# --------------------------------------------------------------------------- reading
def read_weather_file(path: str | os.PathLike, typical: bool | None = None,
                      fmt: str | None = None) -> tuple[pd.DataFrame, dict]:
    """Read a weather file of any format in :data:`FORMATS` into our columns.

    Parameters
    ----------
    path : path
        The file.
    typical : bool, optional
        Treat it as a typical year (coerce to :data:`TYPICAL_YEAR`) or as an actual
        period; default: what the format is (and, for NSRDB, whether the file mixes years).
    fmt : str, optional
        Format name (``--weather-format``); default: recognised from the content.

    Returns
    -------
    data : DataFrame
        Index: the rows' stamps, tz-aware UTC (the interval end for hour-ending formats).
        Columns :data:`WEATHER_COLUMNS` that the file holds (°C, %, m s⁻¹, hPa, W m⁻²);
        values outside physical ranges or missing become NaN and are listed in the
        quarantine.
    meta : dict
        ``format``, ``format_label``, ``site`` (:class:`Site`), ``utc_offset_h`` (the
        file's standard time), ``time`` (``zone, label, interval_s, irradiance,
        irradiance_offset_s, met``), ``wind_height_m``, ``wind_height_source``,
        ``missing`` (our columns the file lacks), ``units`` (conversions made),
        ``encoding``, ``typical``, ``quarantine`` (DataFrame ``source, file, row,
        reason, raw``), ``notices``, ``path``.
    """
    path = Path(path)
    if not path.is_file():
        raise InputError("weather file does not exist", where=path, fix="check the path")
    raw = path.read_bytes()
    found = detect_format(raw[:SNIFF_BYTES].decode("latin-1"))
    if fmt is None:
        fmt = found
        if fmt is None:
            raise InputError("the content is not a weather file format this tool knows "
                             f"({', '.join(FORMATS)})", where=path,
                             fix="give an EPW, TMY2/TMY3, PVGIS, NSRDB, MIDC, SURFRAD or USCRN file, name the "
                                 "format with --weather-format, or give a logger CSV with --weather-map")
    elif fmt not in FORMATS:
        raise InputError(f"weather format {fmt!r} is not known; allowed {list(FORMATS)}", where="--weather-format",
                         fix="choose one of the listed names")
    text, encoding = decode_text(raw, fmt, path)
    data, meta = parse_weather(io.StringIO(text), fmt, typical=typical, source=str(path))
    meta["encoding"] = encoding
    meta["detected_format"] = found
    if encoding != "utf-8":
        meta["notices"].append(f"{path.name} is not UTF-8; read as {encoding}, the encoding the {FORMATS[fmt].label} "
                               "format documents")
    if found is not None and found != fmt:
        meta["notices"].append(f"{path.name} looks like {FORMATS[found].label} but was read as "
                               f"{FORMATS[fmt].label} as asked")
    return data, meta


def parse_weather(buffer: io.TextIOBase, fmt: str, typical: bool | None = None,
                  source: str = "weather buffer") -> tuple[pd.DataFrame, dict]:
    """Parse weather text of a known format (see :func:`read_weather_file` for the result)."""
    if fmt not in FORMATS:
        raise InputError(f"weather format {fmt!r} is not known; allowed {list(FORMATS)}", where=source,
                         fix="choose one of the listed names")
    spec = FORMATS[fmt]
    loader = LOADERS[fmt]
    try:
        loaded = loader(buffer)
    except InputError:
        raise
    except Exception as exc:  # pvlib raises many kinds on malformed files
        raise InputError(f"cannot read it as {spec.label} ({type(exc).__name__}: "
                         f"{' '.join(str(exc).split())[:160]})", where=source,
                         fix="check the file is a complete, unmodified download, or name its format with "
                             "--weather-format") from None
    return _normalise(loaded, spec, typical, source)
· · · ·
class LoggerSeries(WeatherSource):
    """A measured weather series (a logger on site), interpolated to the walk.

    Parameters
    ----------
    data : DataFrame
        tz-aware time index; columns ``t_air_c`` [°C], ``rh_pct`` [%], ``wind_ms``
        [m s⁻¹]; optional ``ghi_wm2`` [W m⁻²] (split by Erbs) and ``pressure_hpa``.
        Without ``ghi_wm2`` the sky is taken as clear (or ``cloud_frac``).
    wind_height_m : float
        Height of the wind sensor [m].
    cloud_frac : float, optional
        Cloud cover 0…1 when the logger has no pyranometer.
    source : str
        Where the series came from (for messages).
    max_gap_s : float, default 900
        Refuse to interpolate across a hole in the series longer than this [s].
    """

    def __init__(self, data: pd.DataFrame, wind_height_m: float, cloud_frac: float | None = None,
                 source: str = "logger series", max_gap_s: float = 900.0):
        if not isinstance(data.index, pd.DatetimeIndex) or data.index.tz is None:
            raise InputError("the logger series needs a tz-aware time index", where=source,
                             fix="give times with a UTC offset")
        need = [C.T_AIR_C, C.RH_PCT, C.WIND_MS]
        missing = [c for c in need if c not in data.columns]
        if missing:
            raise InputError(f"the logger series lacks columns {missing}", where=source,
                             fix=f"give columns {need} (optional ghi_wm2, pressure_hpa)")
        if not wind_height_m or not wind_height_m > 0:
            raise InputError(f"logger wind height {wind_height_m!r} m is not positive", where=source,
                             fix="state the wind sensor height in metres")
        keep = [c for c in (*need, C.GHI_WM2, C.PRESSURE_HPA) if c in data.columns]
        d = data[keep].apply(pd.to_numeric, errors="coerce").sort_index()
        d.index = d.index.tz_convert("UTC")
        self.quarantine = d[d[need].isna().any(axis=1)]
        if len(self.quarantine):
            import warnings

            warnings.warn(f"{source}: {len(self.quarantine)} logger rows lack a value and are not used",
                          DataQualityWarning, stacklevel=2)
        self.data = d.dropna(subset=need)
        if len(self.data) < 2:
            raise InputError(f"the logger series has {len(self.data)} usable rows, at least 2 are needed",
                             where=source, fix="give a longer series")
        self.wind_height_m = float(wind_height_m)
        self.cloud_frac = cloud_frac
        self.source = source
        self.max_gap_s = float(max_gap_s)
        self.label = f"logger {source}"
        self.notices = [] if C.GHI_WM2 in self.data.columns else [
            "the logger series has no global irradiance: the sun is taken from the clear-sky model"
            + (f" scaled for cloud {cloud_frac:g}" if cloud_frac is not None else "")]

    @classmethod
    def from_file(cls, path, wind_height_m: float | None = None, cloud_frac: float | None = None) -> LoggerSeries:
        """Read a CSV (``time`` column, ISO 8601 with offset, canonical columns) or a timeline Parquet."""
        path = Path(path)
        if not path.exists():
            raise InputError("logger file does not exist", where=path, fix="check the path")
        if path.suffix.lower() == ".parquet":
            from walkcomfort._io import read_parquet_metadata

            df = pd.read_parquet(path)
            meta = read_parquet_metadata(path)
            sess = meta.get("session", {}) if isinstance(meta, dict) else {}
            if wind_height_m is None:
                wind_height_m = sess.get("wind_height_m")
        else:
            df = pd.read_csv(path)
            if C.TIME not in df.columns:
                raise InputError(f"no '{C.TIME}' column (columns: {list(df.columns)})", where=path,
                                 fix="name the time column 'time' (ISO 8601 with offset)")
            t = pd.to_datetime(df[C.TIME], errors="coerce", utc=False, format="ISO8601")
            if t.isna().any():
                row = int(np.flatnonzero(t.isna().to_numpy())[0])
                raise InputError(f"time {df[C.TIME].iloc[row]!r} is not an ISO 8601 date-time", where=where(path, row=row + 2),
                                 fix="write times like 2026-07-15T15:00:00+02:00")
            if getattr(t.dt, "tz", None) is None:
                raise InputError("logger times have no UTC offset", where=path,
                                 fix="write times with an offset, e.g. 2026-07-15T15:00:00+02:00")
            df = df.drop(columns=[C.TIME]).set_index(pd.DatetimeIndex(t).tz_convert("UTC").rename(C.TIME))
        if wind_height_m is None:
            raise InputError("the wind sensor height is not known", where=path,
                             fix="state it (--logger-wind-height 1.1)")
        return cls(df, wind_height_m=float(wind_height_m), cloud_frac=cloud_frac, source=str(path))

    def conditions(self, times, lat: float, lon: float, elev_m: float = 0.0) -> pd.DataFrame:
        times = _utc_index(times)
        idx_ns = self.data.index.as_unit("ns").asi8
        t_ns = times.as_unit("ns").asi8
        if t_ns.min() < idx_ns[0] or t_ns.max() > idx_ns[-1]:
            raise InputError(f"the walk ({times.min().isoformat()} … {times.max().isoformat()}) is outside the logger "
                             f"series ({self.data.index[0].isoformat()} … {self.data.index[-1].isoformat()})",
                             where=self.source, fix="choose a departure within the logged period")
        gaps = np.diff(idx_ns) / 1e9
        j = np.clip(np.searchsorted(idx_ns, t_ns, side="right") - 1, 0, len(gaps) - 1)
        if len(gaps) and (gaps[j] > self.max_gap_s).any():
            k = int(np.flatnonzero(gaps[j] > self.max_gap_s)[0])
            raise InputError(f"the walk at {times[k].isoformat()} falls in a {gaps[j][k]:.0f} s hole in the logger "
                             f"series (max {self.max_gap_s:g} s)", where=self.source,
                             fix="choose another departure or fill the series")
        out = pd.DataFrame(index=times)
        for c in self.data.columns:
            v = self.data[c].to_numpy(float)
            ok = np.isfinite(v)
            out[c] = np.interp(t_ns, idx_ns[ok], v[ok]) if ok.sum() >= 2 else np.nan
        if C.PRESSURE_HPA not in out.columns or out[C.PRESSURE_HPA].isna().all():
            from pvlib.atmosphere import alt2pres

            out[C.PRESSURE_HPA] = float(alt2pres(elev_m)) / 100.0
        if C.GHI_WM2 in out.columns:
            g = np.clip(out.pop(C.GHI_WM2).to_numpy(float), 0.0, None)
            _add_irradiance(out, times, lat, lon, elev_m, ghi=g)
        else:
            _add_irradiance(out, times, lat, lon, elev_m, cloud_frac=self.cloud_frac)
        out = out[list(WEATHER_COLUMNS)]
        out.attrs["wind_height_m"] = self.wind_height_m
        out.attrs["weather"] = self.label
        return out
· · · ·
Look through the entries. Copy out each line with "rows" in it.

        Index: the rows' stamps, tz-aware UTC (the interval end for hour-ending formats).
            warnings.warn(f"{source}: {len(self.quarantine)} logger rows lack a value and are not used",
            raise InputError(f"the logger series has {len(self.data)} usable rows, at least 2 are needed",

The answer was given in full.